Le das miedo, se asusta cada vez que intentas acercarte a ella. Compruebas que mantiene su gesto serio y su mirada fría. Cuando vuestros ojos se cruzan algo se estremece en su interior.

—Estamos a menos de cuatro horas de la finca. Si uno de nosotros consiguiera llegar hasta allí arrastrando a los muertos podríamos enfrentarnos a ellos desde dentro. Nuestro complejo es una pequeña fortaleza.

El hombre que habla lo hace con dificultad. Tiene heridas en el rostro y sangre en la ropa. Lleva varias horas sentado en un sillón, con los pies inmóviles por culpa de la paliza que le diste anoche. Juan te evita, te aparta de la manada. Pedro tiene ganas de verbalizar lo que pasa por su cabeza.

—Si tuviera un coche que funcionara yo lo haría encantado. Pero esta barriga me impide pegarme esas carreritas.

Nadie le devuelve la sonrisa. Salva está apoyado en una pared. Hasta ahora, en vuestro mundo, era él quien tomaba las decisiones. Te sientes incómodo viéndolo en un papel secundario. Hay unos segundos de silencio, después decide hablar.

—Ahí abajo hay cincuenta o sesenta infectados.
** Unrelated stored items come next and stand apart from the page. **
if TYPE_CHECKING:
    from schemesim.engine.answers import DrawnAnswers, FixedAnswers, ForcedAnswers
    from schemesim.engine.case import Case, bind
    from schemesim.engine.electrical import ElectricalSensing
    from schemesim.engine.event import run_event
    from schemesim.engine.outcome import Outcome, Run, Status
    from schemesim.engine.program import Program, compile_scheme
    from schemesim.engine.sensing import LogicalSensing, NoFault
    from schemesim.engine.times import DelayTimes
    from schemesim.errors import InputError, RunError, SchemesimError
    from schemesim.plant.coverage import coverage_audit
    from schemesim.plant.ct_positions import ct_frequencies, with_ct
    from schemesim.plant.layouts import (
        Bay,
        CtPlacement,
        breaker_and_a_half,
        double_bus,
        feeder,
        generator,
        infeed,
        line,
        ring,
        sectionalised_bus,
        single_bus,
        transformer,
    )
    from schemesim.plant.model import (
        Device,
        DeviceKind,
        Dispatch,
        Location,
        Plant,
        PlantBuilder,
        Section,
        SectionKind,
        Source,
        VoltageTransformer,
    )
    from schemesim.plant.net_case import FaultType, ShuntFault
    from schemesim.plant.net_data import Coupling, LineImpedance, SourceImpedance, TransformerImpedance
    from schemesim.plant.net_faults import network_of
    from schemesim.plant.net_import import plant_of_pandapower
    from schemesim.plant.net_tables import plant_of_tables
    from schemesim.plant.terminals import Terminal, protected_object
    from schemesim.plant.zones import duty, isolation_zones, merged_elements, zone_graph
    from schemesim.report.compared import plot_timelines
    from schemesim.report.grid_layout import neighbourhood
    from schemesim.report.one_line import plot_one_line
    from schemesim.report.page import HtmlPage
    from schemesim.report.pictures import plot_timeline
    from schemesim.report.timeline import Timeline, replay, timeline
    from schemesim.scenario import Scenario, load_scenario, save_scenario
    from schemesim.scenario.campaigns import campaign_in, campaign_scenario, export_campaign
    from schemesim.scenario.deciding import decide
    from schemesim.scenario.equipment import load_equipment
    from schemesim.scenario.equipment_list import equipment_list
    from schemesim.scenario.model import Limits, StudySettings
    from schemesim.scenario.relay_schedule import RelaySchedule, load_relay_schedule, relay_schedule
    from schemesim.scenario.reporting import report_scenario
    from schemesim.scenario.testing import intervals_scenario, misoperations_scenario
    from schemesim.scenario.timers import dial_scenario, importance_scenario, timer_scenario
    from schemesim.scenario.weak import outages_scenario, register_scenario
    from schemesim.scheme.build import BreakerTimes, SchemeBuilder
    from schemesim.scheme.conditions import Current, External, InZone, Reach
    from schemesim.scheme.curves import Curve, standard_curve
    from schemesim.scheme.delays import Fixed, fixed_ms
    from schemesim.scheme.distributions import LogNormal, Normal, Triangular, Uniform
    from schemesim.scheme.dress import dress
    from schemesim.scheme.extend import extend
    from schemesim.scheme.failure_data import FailureData, Override
    from schemesim.scheme.functions import BreakerFailureTimes, ElementTimes
    from schemesim.scheme.independence import independence
    from schemesim.scheme.model import (
        Ask,
        Breaker,
        CommonCause,
        Component,
        ComponentKind,
        Contact,
        FailureMode,
        Gate,
        Latch,
        Not,
        Role,
        Scheme,
        Sense,
        Timer,
    )
    from schemesim.scheme.phasor_distance import Distance
    from schemesim.scheme.phasor_elements import Biased, Looking, Overcurrent, Voltage
    from schemesim.scheme.policy import (
        BreakerFailurePolicy,
        LineScheme,
        LocalBackup,
        Policy,
        PolicyTimes,
        ProtectionSet,
        Reaches,
        Start,
        duplicate_chain,
        duplicate_relay,
        single_set,
    )
    from schemesim.scheme.redundancy import iec_61508_pfd, redundant
    from schemesim.scheme.settings import Setting, Settings
    from schemesim.scheme.settings_grading import graded
    from schemesim.scheme.settings_rules import SettingRules, settings_for
    from schemesim.scheme.starting_values import load_starting_values
    from schemesim.scheme.trip_comparison import compare_trip_matrix
    from schemesim.scheme.trip_matrix import trip_matrix
    from schemesim.scheme.unavailability import RateData, RateRule, optimal_interval_yr, unavailability
    from schemesim.show.curves import plot_time_current
    from schemesim.show.tables import readable
    from schemesim.study.brackets import Bracket
    from schemesim.study.campaign import Campaign
    from schemesim.study.campaign_replay import find_trials, replay_trial
    from schemesim.study.campaign_run import load_campaign, run_campaign
    from schemesim.study.comparison import compare
    from schemesim.study.coordination import coordination
    from schemesim.study.dependability import outputs_of, study_dependability
    from schemesim.study.dials import dial_policies, study_dial
    from schemesim.study.edits import Edit, Recipe
    from schemesim.study.element_audit import audit_elements
    from schemesim.study.footnote import Monitored
    from schemesim.study.frontier import frontier, next_best
    from schemesim.study.importance import importance
    from schemesim.study.importance_study import study_importance
    from schemesim.study.injection import inject
    from schemesim.study.intervals import clopper_pearson, wilson
    from schemesim.study.locations import iter_locations, study_locations
    from schemesim.study.measures import (
        breakers_distribution,
        breakers_excess,
        breakers_mean,
        clearing_time,
        p_by_main,
        p_by_role,
        p_cleared,
        p_selective,
        p_within_limit,
    )
    from schemesim.study.misoperations import misoperation, study_misoperations
    from schemesim.study.money import CostRule, Costs, Money, Values
    from schemesim.study.montecarlo import simulate
    from schemesim.study.no_fault import study_no_fault
    from schemesim.study.outages import planned_outages, study_outages
    from schemesim.study.precision import Precision
    from schemesim.study.proof_intervals import TestCosts, study_test_intervals
    from schemesim.study.races import races
    from schemesim.study.register import Register, register
    from schemesim.study.register_changes import compare_registers
    from schemesim.study.risk import Explorer
    from schemesim.study.sensitivity import uncertainty
    from schemesim.study.stratified import simulate_stratified
    from schemesim.study.timer_study import Weights, study_timers
    from schemesim.study.tree import Narrow, Tree, explore
    from schemesim.study.variants import study_variants
    from schemesim.study.weak_points import minimal_sets, single_points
Las puertas están resistiendo pero lo más seguro es que dentro de unas horas se vayan a la mierda y los tengamos correteando por la finca. Estoy de acuerdo con Juan, la única opción seria que tenemos es utilizar a alguien de señuelo para que los atraiga.

—Evidentemente, con estas heridas, yo no puedo hacerlo.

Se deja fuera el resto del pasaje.